Por Emiliano Fessia*
Dime cómo te comunicas y te diré quién eres
Si hay una especificidad profesional en el trabajo de comunicar, se centra en que es tan importante el contenido del mensaje como su forma y, sobre todo, a quién se dirige el mismo. Sin duda, esto es así porque cómo se comunica hace también al contenido, y las otredades son, siempre, se reconozca o no, el horizonte de lo comunicable. Pero si se lleva este procedimiento al paroxismo creyendo que el “medio es el mensaje” (y no sólo una parte de él) podemos llegar a creer cínicamente que se puede prescindir de los contenidos: siempre que guardemos las formas, amparados en una distorsión absolutista del derecho de opinión, podemos decir cualquier cosa sobre cualquier tema, no importa si lo que decimos se sustenta argumentativamente o si lo que hacemos diciendo daña al otro. El otro no importa porque tiene la “libertad” de elegir qué consume entre gustos y disgustos.

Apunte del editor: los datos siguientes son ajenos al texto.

def correlate(reference, deformed, *, subset=DEFAULT_SUBSET, step=DEFAULT_STEP, region=None,
              seeds=None, max_iterations=50, tolerance=1e-4, min_zncc=0.8, propagation="reliability",
              search=None, min_fill=0.6, progress=False, roi=None, seed_points=None):
    """Displacements between two speckle images by subset correlation.

    Parameters
    ----------
    reference, deformed : (H, W) array_like
        Grey images (any integer or float dtype), same shape.
    subset : int
        Subset side in pixels (odd, at least 7). Default 25, as the config's.
    step : int
        Grid spacing in pixels. Default 3, as the config's: with the config's
        strain window of 7 points this resolves a hole of 60 px radius with a
        gain of 0.9 at typical image noise, and puts points within 6 px of
        every edge (:func:`fusion.dic.default_setting`).
    region : (x0, y0, x1, y1) or (H, W) mask, optional
        Region of interest: a rectangle of columns x0..x1-1 and rows y0..y1-1
        (px, (x, y) = (column, row) order as everywhere in the package), or a
        mask (bool, or numbers holding only 0/1 or 0/255, as
        :func:`fusion.io.read_image` returns a painted mask). Subset centres lie
        on a grid over its bounding box shrunk by half a subset; reference
        pixels outside the mask are left out of a subset, and a subset needs
        ``min_fill`` of its pixels inside.
    seeds : (K, 2) array_like of (x, y) = (column, row) px, optional
        Where to start (the nearest grid points); default: points spread over
        the grid.
    max_iterations : int
        IC-GN iterations per subset.
    tolerance : float
        Convergence when ``sqrt(du^2 + dv^2 + M^2 |d grad|^2) < tolerance``
        (px), M the subset half-width.
    min_zncc : float
        Points below this ZNCC are rejected (reason 5).
    propagation : {"reliability", "seeded"}
        ``"reliability"``: from the seeds, neighbours of the most reliable
        solved points are solved next, each starting from the extrapolated
        solution of its best neighbour (after Pan 2009); robust to large
        gradients. ``"seeded"``: a coarse grid of seeds (or ``seed_points``)
        gives every point a first guess, all points are refined in one
        parallel pass, and failures are retried by reliability propagation;
        fastest for smooth fields.
    search : int, optional
        Half-width (px) of the integer search of a seed around the global
        shift found by phase correlation; default ``max(subset, 16)``.
    min_fill : float
        Fraction of a subset's pixels that must lie inside the mask.
    progress : bool
        Points solved so far: a bar on stderr when it is a terminal, else a line at
        every quarter.
    roi, seed_points
        Deprecated spellings of ``region`` (as ``(row0, col0, row1, col1)``) and
        ``seeds`` (as ``(row, col)``); they warn and are removed in the next
        release.

    Returns
    -------
    CorrelationResult
        Grid of u, v (image axes, px), gradients, ZNCC, iterations,
        convergence flags and reason codes (:data:`REASON_CODES`).

    Notes
    -----
    Method: zero-normalised criterion (ZNSSD, reported as ZNCC), integer start
    from FFT cross-correlation, inverse compositional Gauss-Newton with a
    first-order shape function and bicubic B-spline interpolation, all in
    float64 (Baker & Matthews 2004; Pan, Li & Tong 2013). Subsets containing
    a discontinuity (crack, edge) violate the shape function and are rejected
    or biased; keep them out with the mask. Interpolation bias of the cubic
    B-spline grows as speckles shrink toward 2 px.

    Reason codes (``result.reason``, :data:`REASON_CODES`):

    ==  ==============================================================
    0   converged with ZNCC at or above ``min_zncc``
    1   centre outside the region of interest, or subset under ``min_fill``
    2   reference subset without usable contrast
    3   the warped subset left the deformed image
    4   ``max_iterations`` reached
    5   converged, but ZNCC below ``min_zncc``
    6   no converged neighbour or seed reached the point
    7   the update became non-finite or larger than the subset
    8   a seed found no match (integer search or refined ZNCC too low)
    ==  ==============================================================

    Noise: each point's ``u_std`` and ``v_std`` come from the residual of the
    criterion at the solution (an estimate of the grey-level noise, taken as
    equal in both images, corrected for the smoothing of the deformed image's
    noise by interpolation) through the least-squares covariance of the six
    shape parameters (:func:`fusion.dic._subset_noise.translation_std`); for
    translation alone this is ``sqrt(2) sigma / sqrt(SSSIG)`` (Pan et al.
    2008). Misfit of the shape function (strain varying within a subset) adds
    to the residual and so to the estimate.

    Seeds: the integer search accepts a peak ZNCC of at least ``min_zncc / 2``
    (a loose gate); a seed is kept when IC-GN converges with a ZNCC of at least
    ``max(min_zncc, 0.9)``, since every point it guides inherits its errors.
    Points that fail are not retried from other neighbours.

    References
    ----------
    S. Baker, I. Matthews, "Lucas-Kanade 20 years on: a unifying framework",
    Int. J. Computer Vision 56 (2004) 221-255.
    B. Pan, K. Li, W. Tong, "Fast, robust and accurate digital image
    correlation calculation without redundant computations", Experimental
    Mechanics 53 (2013) 1277-1289.
    B. Pan, "Reliability-guided digital image correlation for image
    deformation measurement", Applied Optics 48 (2009) 1535-1542.
    B. Pan, H. Xie, Z. Wang, K. Qian, Z. Wang, "Study on subset size
    selection in digital image correlation for speckle patterns", Optics
    Express 16(10) (2008) 7037-7048.
    """
    region, seeds = _old_spellings(roi, seed_points, region, seeds)
    ref = _as_image("reference", reference)
    dfm = _as_image("deformed", deformed)
    if ref.shape != dfm.shape:
        raise ValueError(f"deformed: shape {dfm.shape!r} differs from the reference {ref.shape!r}")
    subset = _positive_int("subset", subset, 7)
    if subset % 2 == 0:
        raise ValueError(f"subset: expected an odd size in pixels, got {subset!r}")
    step = _positive_int("step", step, 1)
    max_iterations = _positive_int("max_iterations", max_iterations, 1)
    for name, value, lo, hi in (("tolerance", tolerance, 0.0, 1.0),
                                ("min_zncc", min_zncc, -1.0, 1.0), ("min_fill", min_fill, 0.0, 1.0)):
        if isinstance(value, bool) or not isinstance(value, Real) or not lo < value <= hi:
            raise ValueError(f"{name}: expected a number in ({lo}, {hi}], got {value!r}")
    if propagation not in _PROPAGATIONS:
        raise ValueError(f"propagation: expected one of {_PROPAGATIONS!r}, got {propagation!r}")
    half = subset // 2
    search = max(subset, 16) if search is None else _positive_int("search", search, 1)
    h, w = ref.shape
    mask = _region_mask(region, ref.shape)
    if not mask.any():
        raise ValueError("region: the mask selects no pixel")
    rr = np.flatnonzero(mask.any(axis=1))
    cc = np.flatnonzero(mask.any(axis=0))
    lo_r, hi_r = max(rr[0] + half, half + 2), min(rr[-1] - half, h - half - 4)
    lo_c, hi_c = max(cc[0] + half, half + 2), min(cc[-1] - half, w - half - 4)
    if lo_r > hi_r or lo_c > hi_c:
        raise ValueError(f"region: the region (or image {ref.shape!r}) is too small for subset {subset}")
    rows, cols = np.meshgrid(np.arange(lo_r, hi_r + 1, step), np.arange(lo_c, hi_c + 1, step),
                             indexing="ij")
    opts = dict(max_iterations=max_iterations, tolerance=float(tolerance),
                min_zncc=float(min_zncc), min_fill=float(min_fill), search=search)
    solver = _Solver(ref, dfm, mask, rows, cols, half, opts)
    centre = global_shift(ref, dfm, (rr[0], cc[0], rr[-1] + 1, cc[-1] + 1))
    ny, nx = rows.shape

    if seeds is not None:
        sp = np.asarray(seeds, dtype=np.float64).reshape(-1, 2)      # (x, y) = (col, row)
        si = np.clip(np.rint((sp[:, 1] - lo_r) / step), 0, ny - 1).astype(np.int64)
        sj = np.clip(np.rint((sp[:, 0] - lo_c) / step), 0, nx - 1).astype(np.int64)
        near = (np.abs(rows[si, sj] - sp[:, 1]) <= step) & (np.abs(cols[si, sj] - sp[:, 0]) <= step)
        picked = np.unique(si[near] * nx + sj[near])
        picked = picked[solver.status.ravel()[picked] == _TODO]
        if picked.size == 0:
            raise ValueError(f"seeds: none of {sp.tolist()!r} (x, y) lies on a grid point "
                             "inside the region of interest")
    else:
        count = 4 if propagation == "reliability" else max(3, min(8, min(ny, nx) // 4))
        picked = _seed_candidates(solver.status, count)
    solver.bar = Progress(int(np.count_nonzero(solver.status == _TODO)), desc="correlation", unit="points",
                          enabled=progress)
    good = solver.seed(picked, centre)
    if good.size == 0 and seeds is None:
        good = solver.seed(_seed_candidates(solver.status, 6), centre)

    if propagation == "seeded" and good.size:
        todo = np.flatnonzero(solver.status.ravel() == _TODO)
        if todo.size:
            from scipy.spatial import cKDTree

            # each point starts from its nearest good seed
            _, nearest = cKDTree(np.column_stack(np.divmod(good, nx))).query(
                np.column_stack(np.divmod(todo, nx)))
            source = good[nearest]
            ok = solver.refine(todo, solver.guesses(todo, source))
            retry = todo[~ok]
            ri, rj = np.divmod(retry, nx)
            solver.status[ri, rj] = _TODO
    for _ in range(20):
        solver.propagate()
        rest = np.flatnonzero(solver.status.ravel() == _TODO)
        if rest.size == 0:
            break
        # unreached islands (a mask in several parts): seed a few of their points
        picks = rest[np.linspace(0, rest.size - 1, min(4, rest.size)).astype(np.int64)]
        solver.seed(np.unique(picks), centre)
    left = solver.status == _TODO
    solver.reason[left] = _icgn.UNREACHED
    solver.bar.close()

    good_mask = solver.reason == _icgn.OK
    p = np.where(good_mask[..., None], solver.p, np.nan)
    attrs = dict(subset=subset, step=step, propagation=propagation, tolerance=float(tolerance),
                 max_iterations=max_iterations, min_zncc=float(min_zncc),
                 image_shape=(h, w), global_shift=centre,
                 method="IC-GN, first-order shape function, bicubic B-spline interpolation, "
                        "zero-normalised criterion")
    converged = np.isin(solver.reason, (_icgn.OK, _icgn.LOW_ZNCC))
    nz = solver.noise
    u_std, v_std = translation_std(np.where(good_mask, solver.zncc, np.nan), nz[..., 2], nz[..., 3],
                                   nz[..., 0], nz[..., 1], p[..., 0], p[..., 3])
    return CorrelationResult(
        rows=rows, cols=cols, u=p[..., 0], v=p[..., 3], dudx=p[..., 1], dudy=p[..., 2],
        dvdx=p[..., 4], dvdy=p[..., 5], zncc=solver.zncc, iterations=solver.iters,
        converged=converged, reason=solver.reason, sssig_x=solver.sssig[..., 0],
        sssig_y=solver.sssig[..., 1], attrs=attrs, u_std=u_std, v_std=v_std)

Obviamente esto no es así, las noticias que elegimos en la bajada de esta nota lo demuestran por sí mismas. Los contenidos importan porque la información es la base del poder, porque actuamos y nos posicionamos frente a las vicisitudes de la vida en relación a la información que poseemos y, sobre todo, a la que no poseemos. No hay ejercicio de poder sin comunicación.
Cada vez más nos hacen ver y oír mensajes que refuerzan, reproducen nuestras visiones de mundo, cercenando explícitamente la capacidad de reflexionar, de sorprendernos, de problematizar lo que “ya sabemos”.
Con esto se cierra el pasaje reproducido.